By Paul Horsley
When you create a new Nutcracker, you’re inventing from your own personal ballet experience but you’re also drawing on several centuries of dance history. “Nutcracker has always been a part of my life, from the time I was a child to this very minute,” said Devon Carney during a recent break from choreographing the Kansas City Ballet’s new version of the holiday classic, which opens on December 5th at the Kauffman Center.
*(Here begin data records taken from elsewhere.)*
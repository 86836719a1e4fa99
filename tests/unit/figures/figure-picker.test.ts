// The figure picker's starting points (issue 15 item 4): each kind of figure starts from
// its own defaults, never from the previous figure's choices. Desk practice, not a
// computation: a results table lists the baseline its gains are measured from.
import { describe, expect, it } from 'vitest'
import { pickerDefaults, resultsTableSetups, type PickerContext } from '#shared/utils/figure-picker'
import { blockFigureSnippet } from '#shared/utils/figure-snippets'

// Bench order as the workspace keeps it: the baseline need not come first.
const ctx: PickerContext = {
  setups: [{ id: 12, isBaseline: false }, { id: 11, isBaseline: true }, { id: 13, isBaseline: false }],
  camSetupIds: [11, 13],
  photoIds: [7, 8],
}

describe('figure picker defaults', () => {
  it('a results table starts with the baseline and every setup, no caption, gains over the bench test\'s baseline', () => {
    const d = pickerDefaults('results-table', ctx)
    expect(d).toMatchObject({ setups: [11, 12, 13], caption: '', baseline: '' })
    expect(blockFigureSnippet('results-table', { setups: d.setups, baseline: undefined, caption: undefined }).text)
      .toBe('::results-table{setups="11,12,13"}\n::')
  })

  it('a pull graph shows every setup with the baseline first, both channels, the whole rpm range', () => {
    expect(pickerDefaults('pull-graph', ctx)).toMatchObject({ setups: [11, 12, 13], channel: 'both', from: '', to: '', caption: '' })
  })

  it('a gain graph starts with the setups measured against the baseline', () => {
    expect(pickerDefaults('gain-graph', ctx).setups).toEqual([12, 13])
  })

  it('the same kind twice starts clean each time: defaults do not depend on what was chosen before', () => {
    const first = pickerDefaults('pull-graph', ctx)
    first.setups.splice(0, 1)
    first.caption = 'The cam alone'
    expect(pickerDefaults('pull-graph', ctx)).toMatchObject({ setups: [11, 12, 13], caption: '' })
  })

  it('a cam card starts on the cam under test, a value on the first changed setup, a gallery with every photo', () => {
    expect(pickerDefaults('cam-card', ctx).camSetup).toBe(13)
    expect(pickerDefaults('cam-card', { ...ctx, camSetupIds: [11] }).camSetup).toBe(11)
    expect(pickerDefaults('value', ctx)).toMatchObject({ valueKey: 'peak-power-gain', valueSetup: 12, valueVs: '' })
    expect(pickerDefaults('gallery', ctx).photoIds).toEqual([7, 8])
    expect(pickerDefaults('photo', ctx)).toMatchObject({ photoId: 7, photoSize: 'wide', photoIds: [] })
  })

  it('an empty bench test gives empty choices, not errors', () => {
    expect(pickerDefaults('results-table', { setups: [], camSetupIds: [], photoIds: [] })).toMatchObject({ setups: [], camSetup: '', photoId: '', valueSetup: '' })
  })
})

describe('a results table keeps the setup its gains are measured from', () => {
  it('puts it first when it was left out, keeps the choice otherwise', () => {
    expect(resultsTableSetups([12, 13], 11)).toEqual([11, 12, 13])
    expect(resultsTableSetups([13, 11], 11)).toEqual([13, 11])
    expect(resultsTableSetups([], 11)).toEqual([])
    expect(resultsTableSetups([12], null)).toEqual([12])
  })
})
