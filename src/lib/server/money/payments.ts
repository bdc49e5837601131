/**
 * Held funds. An owner pays a provisional booking through the provider's hosted checkout; the
 * provider's signed webhook (not the browser's return) confirms the booking, in one transaction
 * with the ledger posting and the event's own row, so a repeated or late event changes nothing.
 * The money stays on the platform until {@link releaseHeldFunds} transfers the total less
 * Tapline's fee to the installer's connected account; refunds and cancellations go back through
 * the provider. Every call that moves money is made while holding the booking's payment row
 * lock, with an idempotency key derived from the booking, and its ledger posting commits with it.
 *
 * Paid after the hold lapsed: the payment revives the booking when the slot and the job are still
 * free (the owner meant to book and nobody else took the time); otherwise it is refunded in full
 * at once and the owner is told why.
 */
import { and, count, eq, inArray, isNotNull, isNull, ne, sql } from 'drizzle-orm';
import { cancellationSettlement, type CancelledBy } from '$lib/money/cancellation';
import { releaseSplit } from '$lib/money/fees';
import { formatAud } from '$lib/money/money';
import { titleOrUntitled } from '$lib/marketplace/posted-job';
import { formatSlotLabel } from '$lib/work/schedule';
import { db, type Tx } from '../db';
import {
	adminAudit,
	booking,
	installerProfile,
	job,
	ledgerTransaction,
	notice,
	payment,
	paymentEvent,
	quote,
	rescheduleProposal,
	user
} from '../db/schema';
import { heldCents, postLedgerTransaction } from './ledger';
import { appUrl } from '../mail/app-url';
import { withMail, type Mail } from '../mail/outbox';
import { refuse, type Refusal } from '../refusal';
import { isProviderOutage, stripe, Stripe, transferGroupOf, webhookSecret } from './stripe';
import { feeOf, getMarketSettings } from './settings';

/** An admin's hand on a money movement: who, and why (kept in `admin_audit` with it). */
export interface AdminNote {
	adminId: string;
	reason: string;
}

/** What starting a payment gives the booking page. */
export type HeldFundsStart =
	{ status: 'redirect'; url: string } | { status: 'unavailable'; message: string };

const PROVIDER_DOWN =
	'Our payment provider is not answering just now. Nothing has been charged; try again in a minute.';

/** Writes an in-app notice for someone, in the caller's transaction. */
async function addNotice(tx: Tx, userId: string, text: string, link: string | null) {
	await tx.insert(notice).values({ userId, text, link });
}

/** The booking with what every step here needs, locked for update. */
async function lockBooking(tx: Tx, bookingId: string) {
	const [row] = await tx
		.select({
			booking,
			title: job.title,
			jobStatus: job.status,
			addressLine: job.addressLine,
			suburb: job.suburb,
			locationMode: job.locationMode,
			timeZone: job.timeZone,
			ownerEmail: user.email,
			ownerName: user.displayName
		})
		.from(booking)
		.innerJoin(job, eq(job.id, booking.jobId))
		.innerJoin(user, eq(user.id, booking.ownerId))
		.where(eq(booking.id, bookingId))
		.for('update', { of: booking });
	return row ?? null;
}

/** The booking's payment row (made when missing), locked for update: every money call holds it. */
export async function lockPayment(tx: Tx, bookingId: string) {
	await tx.insert(payment).values({ bookingId }).onConflictDoNothing();
	const [row] = await tx
		.select()
		.from(payment)
		.where(eq(payment.bookingId, bookingId))
		.for('update');
	if (!row) throw new Error('payment row missing');
	return row;
}

/** An installer's e-mail, business name, zone and payout account. */
export async function installerOf(tx: Tx, installerId: string) {
	const [row] = await tx
		.select({
			email: user.email,
			businessName: installerProfile.businessName,
			timeZone: installerProfile.timeZone,
			payoutAccountId: installerProfile.payoutAccountId,
			payoutsEnabled: installerProfile.payoutsEnabled
		})
		.from(installerProfile)
		.innerJoin(user, eq(user.id, installerProfile.userId))
		.where(eq(installerProfile.userId, installerId));
	if (!row) throw new Error(`installer ${installerId} missing`);
	return row;
}

/**
 * Starts paying a provisional booking into held funds: a hosted checkout for the quote total.
 * An open checkout of the booking is reused, so a second click never makes a second payment.
 */
export async function startHeldFundsPayment(
	bookingId: string,
	now = new Date()
): Promise<HeldFundsStart | Refusal> {
	try {
		return await db.transaction(async (tx) => {
			const row = await lockBooking(tx, bookingId);
			if (!row) return refuse(404, 'There is no such booking.');
			const b = row.booking;
			if (b.status !== 'awaiting_payment' || b.holdExpiresAt.getTime() <= now.getTime()) {
				return refuse(409, 'This booking is not waiting for payment.');
			}
			const paid = await lockPayment(tx, bookingId);
			if (paid.paidAt) return refuse(409, 'This booking is paid; we are confirming it now.');
			if (paid.checkoutSessionId) {
				const open = await stripe().checkout.sessions.retrieve(paid.checkoutSessionId);
				if (open.status === 'open' && open.url)
					return { status: 'redirect' as const, url: open.url };
				if (open.status === 'complete') {
					return refuse(409, 'This booking is paid; we are confirming it now.');
				}
			}
			const installer = await installerOf(tx, b.installerId);
			const title = titleOrUntitled(row.title);
			const session = await stripe().checkout.sessions.create(
				{
					mode: 'payment',
					client_reference_id: bookingId,
					customer_email: row.ownerEmail,
					line_items: [
						{
							quantity: 1,
							price_data: {
								currency: 'aud',
								unit_amount: b.totalCents,
								product_data: { name: `Dash camera fit: ${title}, by ${installer.businessName}` }
							}
						}
					],
					payment_intent_data: {
						transfer_group: transferGroupOf(bookingId),
						metadata: { booking_id: bookingId },
						description: `Tapline booking ${bookingId}`
					},
					metadata: { booking_id: bookingId },
					success_url: appUrl(`/owner/bookings/${bookingId}?paid=1`),
					cancel_url: appUrl(`/owner/bookings/${bookingId}`)
				},
				{
					// One key per checkout the booking opens (the previous one ended or expired).
					idempotencyKey: `checkout-${bookingId}-after-${paid.checkoutSessionId ?? 'none'}`
				}
			);
			if (!session.url) throw new Error('Checkout session without a URL');
			await tx
				.update(payment)
				.set({ checkoutSessionId: session.id, checkoutUrl: session.url })
				.where(eq(payment.bookingId, bookingId));
			return { status: 'redirect' as const, url: session.url };
		});
	} catch (err) {
		if (isProviderOutage(err)) return { status: 'unavailable', message: PROVIDER_DOWN };
		throw err;
	}
}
“We draw on our background. A lot of the fun of it is to look back at all the Nutcrackers I’ve done and think about what it is that I’ve loved about all of them.” Devon, who danced with Boston Ballet and was associate artistic director at Cincinnati Ballet before becoming artistic director in Kansas City in 2013, has a firm footing in the vocabulary of Nutcracker: He first experienced it as a seven-year-old ballet student in his native Louisiana and has continued to refine his knowledge and conception through four decades. His guide to creating KCB’s first new Nutcracker in more than 30 years has always been to find the parts that are true. “What struck me? What really rings true still to this day?”
Sometimes it’s a question of asking yourself why you choreograph a passage a certain way. Is it simply because you’ve always done it that way? Is that reason enough? Devon gave as an example a passage in which the Sugar Plum Fairy and her Cavalier are summoning all the Divertissement dancers onto the stage (“Spanish,” “Russian,” “Arabian” and so on). He had the lead couple downstage right, beckoning everyone to enter from the opposite corner, upstage left. “And that night I’m thinking to myself, Why did I do that? It wasn’t even planned. It’s because most of my life I’ve seen it done that way.”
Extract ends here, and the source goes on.